I was explaining this at a dinner party Neels and I had been invited to the following Saturday. The host was one of the most important businessmen in Cape Town, a pillar of the English-speaking community and a big advertiser. The hostess, who was a real Kaffir-basher, was shocked by my action. She said I was stupid to trust a maid, especially one I didn’t know, and I would be lucky to see that money again. In fact, Doris would probably disappear that very weekend. She implied that it was people like me that were responsible for the ill discipline and licentiousness among black South Africans.

I said that Doris looked trustworthy, and that even if she wasn’t, she and her brother could probably use the twenty rand better than I could. The hostess turned red; she didn’t like the fact that I was American and criticizing her country. They get so defensive.

“You don’t understand,” she said. “Your blacks are not like ours.”

“I don’t have any blacks. Neither do you,” I said.

She scowled. “Are you some kind of communist?”

“I would be happy to admit to being a communist if you’ll admit to being a Nazi,” I replied. Not exactly subtle.

Her jaw dropped. Then she turned to her husband. “Geoffrey! I won’t have this woman in my house. Can you see her out, please?”

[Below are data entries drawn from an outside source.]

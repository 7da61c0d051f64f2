import type { Int } from '../arith/int';
import { forEachEntry, type Term } from '../ring/term';

/**
 * Sorts terms by the places, `size` of them, at which they ramify: counted first, so that one list holds them all. Places past these
 * have none. `exponentsOf` gives the index of a place and the exponent of an entry there, in turn.
 */
export function termsByIndex<A>(
  side: readonly Term<A>[],
  size: number,
  exponentsOf: (entry: A) => readonly Int[],
): (index: number) => readonly Term<A>[] {
  const forEachRamified = (visit: (term: Term<A>, index: number) => void): void => {
    const last = new Array<Term<A> | undefined>(size).fill(undefined);
    let term: Term<A>;
    const atEntry = (entry: A): void => {
      const exponents = exponentsOf(entry);
      for (let i = 0; i < exponents.length; i += 2) {
        const index = Number(exponents[i]);
        if (last[index] !== term) visit(term, index);
        last[index] = term;
      }
    };
    for (term of side) forEachEntry(term, atEntry);
  };
  // where the terms of an index begin and end; while they are counted, shifted by one
  const starts = new Uint32Array(size + 1);
  forEachRamified((_, index) => (starts[index + 1] = (starts[index + 1] ?? 0) + 1));
  for (let i = 1; i <= size; i += 1) starts[i] = (starts[i] ?? 0) + (starts[i - 1] ?? 0);
  const sorted = new Array<Term<A>>(starts[size] ?? 0);
  const next = starts.slice();
  forEachRamified((term, index) => {
    const at = next[index] ?? 0;
    next[index] = at + 1;
    sorted[at] = term;
  });
  return (index) => (index < size ? sorted.slice(starts[index], starts[index + 1]) : []);
}
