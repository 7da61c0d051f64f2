import { compareContract } from '@/lib/contracts/compare';
import { compareManyContract } from '@/lib/contracts/compare-many';
import type { AnyContract } from '@/lib/contracts/contract';
import { healthContract } from '@/lib/contracts/health';
import { normalizeContract } from '@/lib/contracts/normalize';
import { openApiContract } from '@/lib/contracts/openapi';
import { residuesContract } from '@/lib/contracts/residues';

/** Every call of the API, in the order in which the documentation lists them. */
export const contracts: readonly AnyContract[] = [
  normalizeContract,
  compareContract,
  compareManyContract,
  residuesContract,
  healthContract,
  openApiContract,
];
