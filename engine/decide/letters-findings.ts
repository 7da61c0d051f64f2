import { elementText } from '../expression/to-text';
import { writeMultivariate, writtenSign } from '../field/write-multivariate';
import { scaleMulti } from '../field/multivariate';
import { multiplySign, reduceSign, characteristicClass, type SignClass } from '../ring/sign-ring';
import { countBits, type Words } from '../ring/word-ring';
import type { Finding } from './finding';
import type { Separation } from './letters-places';
import type { LettersStatement } from './letters-statement';
import { writeWords } from './letters-words';

/** A difference of the sides at the end of a chain of residues and specialisations. */
export function separationFinding({ ring, characteristic }: LettersStatement, found: Separation): Finding {
  const steps = found.path.map((step) => {
    if (step.kind === 'infinity') return `infinity in ${ring.letters[step.letter] ?? ''}`;
    return elementText(writeMultivariate(ring, scaleMulti(ring, BigInt(writtenSign(ring, step.at)), step.at)));
  });
  if (found.prime !== undefined) steps.push(found.prime.toString());
  const p = found.prime ?? characteristic;
  const constants = p === 0n ? '\\mathbb{Q}' : `\\mathbb{F}_{${p}}`;
  const signs = found.prime === undefined && characteristic === 0n;
  return {
    map: found.path.some(({ kind }) => kind === 'residue') || found.prime !== undefined ? 'residue' : 'specialisation',
    place: steps.join(', then '),
    degree: found.degree,
    same: false,
    zero: false,
    sameModEta: found.zeroModEta,
    sameModH: found.zeroModH,
    left: () => found.left(),
    right: () => found.right(),
    target: () => `K^{\\mathrm{MW}}_{${found.own}}(${constants})`,
    reason: () =>
      `These are values at the end of a chain of residues and specialisations${signs ? ', of which the signs are compared' : ''}.`,
  };
}

/**
 * The residues of an equality that is known to hold, at the factors of its entries: of the word b[P][p_S] it is b[p_S], with the
 * entries reduced modulo P (F. Morel, LNM 2052, Theorem 3.15, number from memory).
 */
export function residueFindings(
  { generators, characteristic }: LettersStatement,
  degree: number,
  words: Words | undefined,
): readonly Finding[] {
  const char = characteristicClass(characteristic);
  const elements = generators.map(({ element }) => element);
  return generators.flatMap((generator, i): readonly Finding[] => {
    if (generator.kind === 'integer') return [];
    const bit = 1n << BigInt(i);
    const residue = new Map<bigint, SignClass>();
    for (const [mask, b] of words ?? []) {
      if ((mask & bit) === 0n) continue;
      // ε for every letter that [P] passes on its way to the front
      const own = degree - countBits(mask);
      const odd = countBits(mask & (bit - 1n)) % 2 === 1;
      const value = reduceSign(char, own, odd ? multiplySign(0, { x: -1n, y: -1n }, own, b) : b);
      if (value !== undefined) residue.set(mask ^ bit, value);
    }
    const value = (): ReturnType<typeof writeWords> => writeWords(elements, degree - 1, residue);
    return [
      {
        map: 'residue',
        place: elementText(generator.element),
        degree,
        same: true,
        zero: residue.size === 0,
        sameModEta: true,
        sameModH: true,
        left: value,
        right: value,
        target: () => `K^{\\mathrm{MW}}_{${degree - 1}}(\\kappa)`,
        reason: () => '',
      },
    ];
  });
}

Our husbands broke us up and we stayed at the table under a frosty truce until the coffee was served. Afterwards Neels gave me a lecture. He said it was quite simple: he couldn’t run his newspapers if I talked to people like that. He also said that it would compromise his position if I were seen with known radicals, black or white. I understood what he was saying. I had come totally to believe in his strategy for changing things. The work of the Mail and his other papers was too important for me to jeopardize for the sake of gestures which had no benefit beyond salving my conscience. Since then, I’ve pretty much stuck to the pact. I’ve been tempted over the years to help the cause; I’ve received tentative approaches from people, but I’ve always rebuffed them, and I’ve always explained why. Most people seem to understand. I guess I’ve thrown my energies into charities over the years: the literacy projects, the scholarships for black and colored students, and the clinics. I have made some small difference that way.

But now trouble has come looking for me. Is it really a result of my visit to Libby Wiseman, or is it Zan’s presence in our house? Perhaps it’s something to do with the Laagerbond. I assumed that I had Neels’s protection, but has he removed that now? I’m an American citizen. Doesn’t that make me untouchable? Or does it make me a spy?